ASSOBIO NA LEGALIDADE
Ruy Castro
O passarinho da gaiola numa árvore diante do seu prédio está sob a proteção do Ibama
Escrevi outro dia sobre um passarinho cujo fiu-firiu me entra pela janela toda manhã e, apesar do repertório relativamente limitado (pelo visto, só conhece aquela frase), me ajuda a saltar da cama e a encarar o dia. Além disso, causa-me inveja porque sabe fazer uma coisa que não sei, que é assobiar. Entre as várias disciplinas que nunca consegui dominar —sapatear, trocar pneu, plantar bananeira—, assobiar é a que mais lamento não ter aprendido.

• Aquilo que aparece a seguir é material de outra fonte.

package engine_test

import (
	"encoding/json"
	"net/http"
	"slices"
	"strings"
	"testing"
	"time"

	"github.com/deadspace-fhir/deadspace/fhir/encode"
	"github.com/deadspace-fhir/deadspace/fhir/fhirtest/fakefhir"
)

// wantOneRevisionProvenance: the server holds one Provenance with activity
// UPDATE, and it cites as revised exactly the versions in before (the
// values as they stood before the revision).
func (r *writeRig) wantOneRevisionProvenance(before map[string][]serverValue) {
	r.t.Helper()
	if got := r.activities(); got["UPDATE"] != 1 {
		r.t.Errorf("the server holds Provenances %v, want one with activity UPDATE", got)
		return
	}
	var want []string
	for _, vs := range before {
		want = append(want, "Observation/"+vs[0].id+"/_history/"+vs[0].version)
	}
	slices.Sort(want)
	got := r.revisedVersions()
	slices.Sort(got)
	if !slices.Equal(got, want) {
		r.t.Errorf("the revision's Provenance cites %v as revised, want the versions the revision was made to replace, %v", got, want)
	}
}

// A revision whose Observations landed while the write did not finish (the
// Provenance sent on its own was refused with a 500, or the answer to the
// Observations' transaction was lost) is sent again; its updates fail their
// If-Match, the engine finds this write's values on the server and counts
// them as written, and still sends the Provenance, which cites the versions
// the revision replaced.
func TestRevisionProvenanceIsWrittenAfterItsObservationsLanded(t *testing.T) {
	for _, tc := range []struct {
		name       string
		maxEntries int
		fault      fakefhir.Fault
		restart    bool
	}{
		{"split, the Provenance refused", 2, fakefhir.Fault{Method: http.MethodPost, Path: "Provenance", Status: http.StatusInternalServerError, Times: 1}, false},
		{"split, the Provenance refused, restart before the retry", 2, fakefhir.Fault{Method: http.MethodPost, Path: "Provenance", Status: http.StatusInternalServerError, Times: 1}, true},
		{"split, the Observations' answer lost", 2, fakefhir.Fault{Method: http.MethodPost, Path: "", Drop: true, Times: 1}, false},
		{"split, the Observations' answer lost, restart before the retry", 2, fakefhir.Fault{Method: http.MethodPost, Path: "", Drop: true, Times: 1}, true},
		{"one transaction, its answer lost", 0, fakefhir.Fault{Method: http.MethodPost, Path: "", Drop: true, Times: 1}, false},
	} {
		t.Run(tc.name, func(t *testing.T) {
			r := newWriteRig(t, tc.maxEntries) // 2: two values and a Provenance do not fit one transaction
			r.openAndCreate()
			if got := r.activities(); got["CREATE"] != 1 {
				t.Fatalf("after the create the server holds Provenances %v, want one CREATE", got)
			}
			before := r.values()
			r.fake.Inject(tc.fault)
			r.ingest(r.gas(2, 47))
			r.eng.FlushNow(t.Context()) // the Observations land, the write fails
			if tc.restart {
				r.restart()
			}
			r.mustDrain(10)
			r.wantCurrent(2)
			r.wantOneRevisionProvenance(before)
			if got := r.activities(); got["CREATE"] != 1 || len(r.provenances()) != 2 {
				t.Errorf("the server holds Provenances %v, want one CREATE and one UPDATE", got)
			}
		})
	}
}

// A value re-saved on the server without a change (a tag added) makes the
// revision's If-Match fail; the revision is sent again against the version
// read. Its Provenance lands but its answer is lost, so the whole write is
// sent again from the outbox, against the versions the ledger knows: every
// attempt's Provenance cites the versions the revision was made to replace,
// so it is one Provenance, found again by its tag.
func TestRevisionSentAgainstAReSavedValueKeepsOneProvenance(t *testing.T) {
	r := newWriteRig(t, 2)
	r.openAndCreate()
	before := r.values()
	r.editOnServer(r.anyValue(), func(m map[string]any) {
		m["meta"] = map[string]any{"tag": []any{map[string]any{"system": "https://example.org/tags", "code": "audited"}}}
	})
	r.fake.Inject(fakefhir.Fault{Method: http.MethodPost, Path: "Provenance", Drop: true, Times: 1})
	r.ingest(r.gas(2, 47))
	r.mustDrain(10)
	r.wantCurrent(2)
	r.wantOneRevisionProvenance(before)
}

// A create too large for one transaction whose Provenance, sent on its
// own, is refused after the Observations landed: after a restart, the
// retry's conditional creates match (200) and the Provenance is sent again,
// once.
func TestCreateProvenanceIsWrittenAfterItsObservationsLanded(t *testing.T) {
	r := newWriteRig(t, 2)
	r.open()
	r.fake.Inject(fakefhir.Fault{Method: http.MethodPost, Path: "Provenance", Status: http.StatusInternalServerError, Times: 1})
	r.ingest(append(r.inputs, r.gas(1, 44))...)
	r.eng.FlushNow(t.Context())
	r.restart()
	r.mustDrain(10)
	r.wantCurrent(2)
	if got := r.activities(); got["CREATE"] != 1 || len(r.provenances()) != 1 {
		t.Errorf("the server holds Provenances %v, want one CREATE", got)
	}
}

// Answers lost after the server committed (a create, then a revision),
// with and without a restart before the retry, in one transaction or
// split: one value per series, one Provenance per write.
func TestLostAnswersAreWrittenOnce(t *testing.T) {
	for _, tc := range []struct {
		name       string
		maxEntries int
		restart    bool
	}{
		{"one transaction", 0, false},
		{"one transaction, restart before each retry", 0, true},
		{"split", 2, false},
		{"split, restart before each retry", 2, true},
	} {
		t.Run(tc.name, func(t *testing.T) {
			r := newWriteRig(t, tc.maxEntries)
			r.open()
			r.fake.Drop(http.MethodPost, "", 1)
			r.ingest(append(r.inputs, r.gas(1, 44))...)
			r.eng.FlushNow(t.Context())
			if tc.restart {
				r.restart()
			}
			r.mustDrain(10)
			r.wantCurrent(2)
			before := r.values()
			r.fake.Drop(http.MethodPost, "", 1)
			r.ingest(r.gas(2, 47))
			r.eng.FlushNow(t.Context())
			if tc.restart {
				r.restart()
			}
			r.mustDrain(10)
			r.wantCurrent(2)
			if got := r.activities(); got["CREATE"] != 1 || got["UPDATE"] != 1 {
				t.Errorf("Provenances %v, want one CREATE and one UPDATE", got)
			}
			r.wantOneRevisionProvenance(before)
		})
	}
}

// A revision split over transactions of one value each: the first lands,
// the second fails with a 500. The retry finds the first value there and
// sends only the second; the first is not written a second time, and the
// revision's one Provenance cites, as revised, the versions that held the
// previous values (not the version the first value landed as).
func TestSplitRevisionThatPartlyLanded(t *testing.T) {
	for _, restart := range []bool{false, true} {
		name := "retried at once"
		if restart {
			name = "retried after a restart"
		}
		t.Run(name, func(t *testing.T) {
			r := newWriteRig(t, 1)
			fail := newFailTransactions(r)
			r.openAndCreate()
			before := r.values()
			fail.failNext(2) // the revision's second Observation transaction
			r.ingest(r.gas(2, 47))
			r.eng.FlushNow(t.Context())
			if restart {
				r.restart()
			}
			r.mustDrain(10)
			r.wantCurrent(2)
			for series, vs := range before {
				if n := len(r.fake.History("Observation", vs[0].id)); n != 2 {
					t.Errorf("series %s: %d versions on the server, want 2 (created, revised once)", series, n)
				}
			}
			r.wantOneRevisionProvenance(before)
		})
	}
}

// A request made only of conditional creates that the server refuses with
// 412 (its condition matched more than one resource, R4 http.html#ccreate)
// goes to the dead letters with the server's answer at once: no retry can
// change it, and in the outbox it would block its series for ever, out of
// an operator's reach.
func TestConditionalCreateMatchingSeveralIsBuried(t *testing.T) {
	for _, tc := range []struct {
		name       string
		maxEntries int
		setup      func(r *writeRig)
		wantReason string
	}{
		{"two Observations of a series on the server", 0, func(r *writeRig) {
			// Say two backfills against a server that did not honour the
			// condition; the series identifier is the ledger's.
			ws := r.outbox()
			if len(ws) != 1 {
				r.t.Fatalf("%d writes in the outbox, want the create", len(ws))
			}
			for range 2 {
				dup, _ := json.Marshal(map[string]any{"resourceType": "Observation", "status": "final",
					"code":       map[string]any{"text": "x"},
					"identifier": []any{map[string]any{"system": encode.DefaultOptions().SeriesSystem, "value": ws[0].Series[0]}}})
				if _, err := r.fake.Put(dup); err != nil {
					r.t.Fatal(err)
				}
			}
		}, "If-None-Exist matches more than one resource"},
		{"two Provenances with the write's tag", 2, func(r *writeRig) {
			r.fake.Inject(fakefhir.Fault{Method: http.MethodPost, Path: "Provenance", Status: http.StatusPreconditionFailed, Text: "tag matches 2 Provenances", Times: 1})
		}, "tag matches 2 Provenances"},
	} {
		t.Run(tc.name, func(t *testing.T) {
			r := newWriteRig(t, tc.maxEntries)
			r.open()
			r.ingest(append(r.inputs, r.gas(1, 44))...)
			tc.setup(r)
			r.eng.FlushNow(t.Context())
			h := r.health()
			if h.Stats.OutboxDepth != 0 || h.Stats.DeadLetters != 1 {
				var last string
				if ws := r.outbox(); len(ws) > 0 {
					last = ws[0].LastError
				}
				t.Fatalf("after one attempt: %d writes in the outbox (last error %q), %d dead letters; want the write buried", h.Stats.OutboxDepth, last, h.Stats.DeadLetters)
			}
			reasons := r.deadLetters()
			if len(reasons) != 1 || !strings.Contains(reasons[0], tc.wantReason) || !strings.Contains(reasons[0], "matched more than one resource") {
				t.Errorf("dead letter reasons %q, want the server's answer %q and what to do", reasons, tc.wantReason)
			}
		})
	}
}

// A correction arrives while the create of the old value waits in the
// outbox (after a 503), and the process restarts: the server ends with the
// corrected value, amended, and one Provenance per write.
func TestCorrectionWhileTheOldWriteWaits(t *testing.T) {
	r := newWriteRig(t, 0)
	r.open()
	r.fake.Fail(http.MethodPost, "", http.StatusServiceUnavailable, "", 1)
	r.ingest(append(r.inputs, r.gas(1, 44))...)
	r.eng.FlushNow(t.Context())
	r.ingest(r.gas(2, 47))
	r.restart()
	r.mustDrain(10)
	r.wantCurrent(2)
	for _, vs := range r.values() {
		if vs[0].status != "amended" {
			t.Errorf("server status %s, want amended", vs[0].status)
		}
	}
	if got := r.activities(); got["CREATE"] != 1 || got["UPDATE"] != 1 {
		t.Errorf("Provenances %v, want one CREATE and one UPDATE", got)
	}
}

// A 5xx storm while a value is created, revised twice and withdrawn, with
// a restart during it: every write waits in order, and once the server
// recovers it ends withdrawn.
func TestServerErrorStormThenRecovery(t *testing.T) {
	r := newWriteRig(t, 2)
	r.open()
	r.fake.Fail(http.MethodPost, "", http.StatusInternalServerError, "", 0)
	r.ingest(append(r.inputs, r.gas(1, 44))...)
	r.drain(3)
	r.ingest(r.gas(2, 47))
	r.drain(3)
	r.restart()
	r.ingest(r.gas(3, 49))
	r.ingest(obs("gas", "4", "entered-in-error", "2019-8", "mm[Hg]", 49, r.at, r.updated.Add(4*time.Minute)))
	r.drain(3)
	if d := r.health().Stats.OutboxDepth; d != 5 { // the create, two revisions, a withdrawal per value
		t.Fatalf("the outbox holds %d writes during the storm, want 5", d)
	}
	r.fake.ClearFaults()
	r.mustDrain(20)
	r.wantCurrent(2)
	for _, vs := range r.values() {
		if vs[0].status != "entered-in-error" {
			t.Errorf("server status %s, want entered-in-error", vs[0].status)
		}
	}
}

// A derived Observation deleted on the server: its revision is refused
// with 410 and goes to the dead letters (404 and 410 are permanent).
func TestRevisionOfADeletedObservationIsBuried(t *testing.T) {
	r := newWriteRig(t, 0)
	r.openAndCreate()
	gone := r.anyValue()
	r.fake.Inject(fakefhir.Fault{Method: http.MethodPost, Path: "", Status: http.StatusGone, Text: "Observation/" + gone.id + " is deleted"})
	r.ingest(r.gas(2, 47))
	left := r.drain(5)
	if h := r.health(); left != 0 || h.Stats.DeadLetters != 1 {
		t.Errorf("after 410: %d writes left, %d dead letters; want 0 and 1", left, h.Stats.DeadLetters)
	}
}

Uma pessoa que sabe assobiar leva grande vantagem. Primeiro, é capaz de produzir música sem depender de vitrolas ou instrumentos. Segundo, assobiar é uma forma auto-suficiente de expressão --- permite à pessoa dialogar consigo mesma, dispensando interlocutores. Terceiro, enquanto se assobia não se consegue pensar, o que, em nosso tempo, pode ser um alívio, desde que não se passe o dia inteiro assobiando. Claro que, ao contrário dos pássaros, dificilmente um homem poderá assobiar pousado num fio elétrico sem levar choque.
Como contei na coluna, consegui identificar o passarinho. Consultei meu porteiro João e ele me informou que se tratava do curió de seu colega do prédio ao lado, cuja gaiola é pendurada todas as manhãs na árvore em frente. Foi o que motivou o protesto de alguns leitores: a manutenção de passarinhos em gaiolas.
Voltei a consultar João e ele me disse que sim, é uma preocupação justa, mas o Ibama é rigoroso quanto a isto. Não apenas exige que os proprietários de passarinhos em cativeiro sejam registrados no órgão, como cada passarinho precisa ser identificado pelo nome científico, nome comum e data do nascimento. E que esse documento tem de estar à disposição do fiscal que passar pela gaiola.
E, então, a surpresa. Orgulhoso, João mostrou-me seu registro e o de seus próprios passarinhos —Magnata, um trinca-ferro de nove anos, e Curinga, um papa-capim que fará 11 no dia 24.